In this study we present evidence that acute tamoxifen induced nuclear translocation of Cre-recombinase induces apoptosis and cell death due to massive DNA damage in isolated intestinal cryps, which eventually interferes with organoid formation. Although to our knowledge this effect has not been described for organoids so far, it is similar in fibroblasts [14] and keratinocytes [29]. In contrast, others using intestinal-specific Villin-CreERT2 animals and tamoxifen-induced activity of Cre-recombinase in organoids did not describe growth arrest or apoptosis [4,30,31]. As villin is mainly expressed in the villi compared to the crypts [32] it is possible that in such models the stem cells, which give rise to new organoids, do not express Cre-recombinase and therefore activation of the enzyme is not harmful. In fact, rapidly proliferating precursors are likely more susceptible to Cre-recombinase-mediated damage as activation of Cre-recombinase prevents proliferation and differentiation of multiple cells of hematopoietic lineage in vivo and in vitro [33]. In enteroids stem cells can be crypt-base columnar cells [34] as well as reserve stem cells at position 4 of the crypt [35]. In our study we isolated whole crypts as basis for organoid development and tamoxifen treatment started right after crypt isolation. Accordingly, further studies are needed to identify the cell or the cells mainly hit by Cre-recombinase driven apoptosis and growth inhibition. Nevertheless, the CreERT2 system was developed to achieve temporal regulation of transgenes without adverse effects of constitutive Cre-recombinase activity [33]. Our study indicates that at least in intestinal organoids, Cre-recombinase toxicity may give rise to false results as shown on the example of NADPH oxidases. This effect is likely to be less pronounced in organoids derived from mice overexpressing constitutively active Cre-recombinase, as live long exposure may trigger the development of an DNA repairing system [33].

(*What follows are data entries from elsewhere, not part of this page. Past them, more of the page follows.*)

//! Gases of constant heat capacity for the unit tests of driver and contact surface.

use crate::gas::{Gas, HeatCapacityRatio};
use crate::number::Rational;

pub(super) fn gas(n: u32, d: u32, molar_mass: &str) -> Gas {
    Gas::new(HeatCapacityRatio::ratio(n, d).unwrap(), molar_mass.parse::<Rational>().unwrap()).unwrap()
}

pub(super) fn helium() -> Gas {
    gas(5, 3, "0.004002602")
}

pub(super) fn hydrogen() -> Gas {
    gas(7, 5, "0.00201588")
}

pub(super) fn nitrogen() -> Gas {
    gas(7, 5, "0.0280134")
}

pub(super) fn argon() -> Gas {
    gas(5, 3, "0.039948")
}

Our study stresses that the inducible Cre/loxP system has unwanted effects that need to be addressed when designing a study. Unfloxed controls carrying the Cre-recombinase transgene or alternatives such as siRNAs, Crispr/CAS or knockouts are essential to discriminate off-target effects of Cre-recombinase from those of the gene of interest. Further, concentration and duration of 4-OHT induced Cre-recombinase activity needs to be optimized for each experiment. Although those actions require more controls and pretests, it is worthwhile doing so in order to limit the likelihood of analyzing effects attributed to Cre-recombinase toxicity or infidelity instead of the intended gene or protein of interest.

5. Conclusions

Time and tissue specific deletion of a gene of interest is an attractive approach if the knockout of the gene of interest is embryonically lethal or results in severe disabilities of the model animal. Often an inducible Cre-recombinase is used to dissect a gene or region of interest flanked by loxP sites. However, here we provide evidence that acute activation of Cre-recombinase can induce DNA damage, apoptosis and growth inhibition in intestinal organoids. Many of these effects could appear in vivo as well, and may wrongly being ascribed to the loss of the gene of interest. Accordingly, false results could arise from studies lagging proper controls. This is especially important if the aim of a study is to test drugs or to generate preclinical data for potential therapeutics. We recommend the use of controls as suggested above. To do so requires sufficient animal capacities, which may not be available to every investigator. Nevertheless, the possibility of unintended side effects of acutely induced Cre-recombinase activity should be taken into account, when interpreting results of a study and at least one additional control should be performed to show that the effects seen are consequence of deletion of the gene of interest.